TASK GOAL: Write out again the entries from the first line to the line that includes "export function decomposeBarb(speedKt: number): BarbParts", keeping both of those lines.

SUPPLIED ENTRIES:
────────────────────

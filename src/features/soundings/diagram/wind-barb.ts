import type { Point } from './skew-t-geometry';

/**
 * WMO wind barbs (common practice, WMO No. 485 plotting convention): speed rounded to the
 * nearest 5 kt; a pennant for each 50 kt, a full barb for each 10 kt, a half barb for 5 kt;
 * the staff points toward the direction the wind blows from; barbs on the right of the staff
 * looking from the station along it (northern hemisphere); calm (< 2.5 kt) is a circle.
 */
export interface BarbParts {
  pennants: number;
  fullBarbs: number;
  halfBarbs: number;
  /** The speed the symbol shows, kt (a multiple of 5). */
  roundedKt: number;
}

/** Split a speed in knots into pennants, full barbs and half barbs. */
export function decomposeBarb(speedKt: number): BarbParts {
  const roundedKt = Math.max(0, Math.round(speedKt / 5) * 5);
  const pennants = Math.floor(roundedKt / 50);
  const fullBarbs = Math.floor((roundedKt % 50) / 10);
  const halfBarbs = roundedKt % 10 === 5 ? 1 : 0;
  return { pennants, fullBarbs, halfBarbs, roundedKt };
}

export interface BarbShape {
  calm: boolean;
  /** Staff and barbs (stroke). */
  linePath: string;
  /** Pennants (fill). */
  pennantPath: string;
}

const f = (n: number): string => n.toFixed(1);

/**
 * SVG geometry of a barb drawn at `origin`.
 * @param directionDeg - direction the wind blows from, degrees clockwise from north
 * @param speedKt - speed, kt
 * @param length - staff length, px
 */
export function barbShape(origin: Point, directionDeg: number, speedKt: number, length = 26): BarbShape {
  const parts = decomposeBarb(speedKt);
  if (parts.roundedKt === 0) return { calm: true, linePath: '', pennantPath: '' };
  const radians = (directionDeg * Math.PI) / 180;
  // Along the staff (toward where the wind comes from), in screen coordinates (y down).
  const along = { x: Math.sin(radians), y: -Math.cos(radians) };
  // The right-hand side looking along the staff.
  const right = { x: -along.y, y: along.x };
  const at = (distance: number): Point => ({ x: origin.x + along.x * distance, y: origin.y + along.y * distance });
  const feather = length * 0.42;
  const spacing = length * 0.15;
  const tip = at(length);
  let linePath = `M${f(origin.x)},${f(origin.y)}L${f(tip.x)},${f(tip.y)}`;
  let pennantPath = '';
  let position = length;
  for (let i = 0; i < parts.pennants; i++) {
    const start = at(position);
    const end = at(position - spacing * 1.6);
    const outer = { x: start.x + right.x * feather, y: start.y + right.y * feather };
    pennantPath += `M${f(start.x)},${f(start.y)}L${f(outer.x)},${f(outer.y)}L${f(end.x)},${f(end.y)}Z`;
    position -= spacing * 1.6 + (i === parts.pennants - 1 ? spacing * 0.6 : 0);
  }
  const drawBarb = (scale: number): void => {
    const base = at(position);
    const endX = base.x + (right.x * feather + along.x * feather * 0.45) * scale;
    const endY = base.y + (right.y * feather + along.y * feather * 0.45) * scale;
    linePath += `M${f(base.x)},${f(base.y)}L${f(endX)},${f(endY)}`;
    position -= spacing;
  };
  for (let i = 0; i < parts.fullBarbs; i++) drawBarb(1);
  if (parts.halfBarbs) {
    // A lone half barb sits a little in from the tip so it is not mistaken for a full one.
    if (parts.pennants === 0 && parts.fullBarbs === 0) position -= spacing;
    drawBarb(0.5);
  }
  return { calm: false, linePath, pennantPath };
}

────────────────────

ANSWER BELOW:
filename src/features/soundings/diagram/wind-barb.ts
import type { Point } from './skew-t-geometry';

/**
 * WMO wind barbs (common practice, WMO No. 485 plotting convention): speed rounded to the
 * nearest 5 kt; a pennant for each 50 kt, a full barb for each 10 kt, a half barb for 5 kt;
 * the staff points toward the direction the wind blows from; barbs on the right of the staff
 * looking from the station along it (northern hemisphere); calm (< 2.5 kt) is a circle.
 */
export interface BarbParts {
  pennants: number;
  fullBarbs: number;
  halfBarbs: number;
  /** The speed the symbol shows, kt (a multiple of 5). */
  roundedKt: number;
}

/** Split a speed in knots into pennants, full barbs and half barbs. */
export function decomposeBarb(speedKt: number): BarbParts {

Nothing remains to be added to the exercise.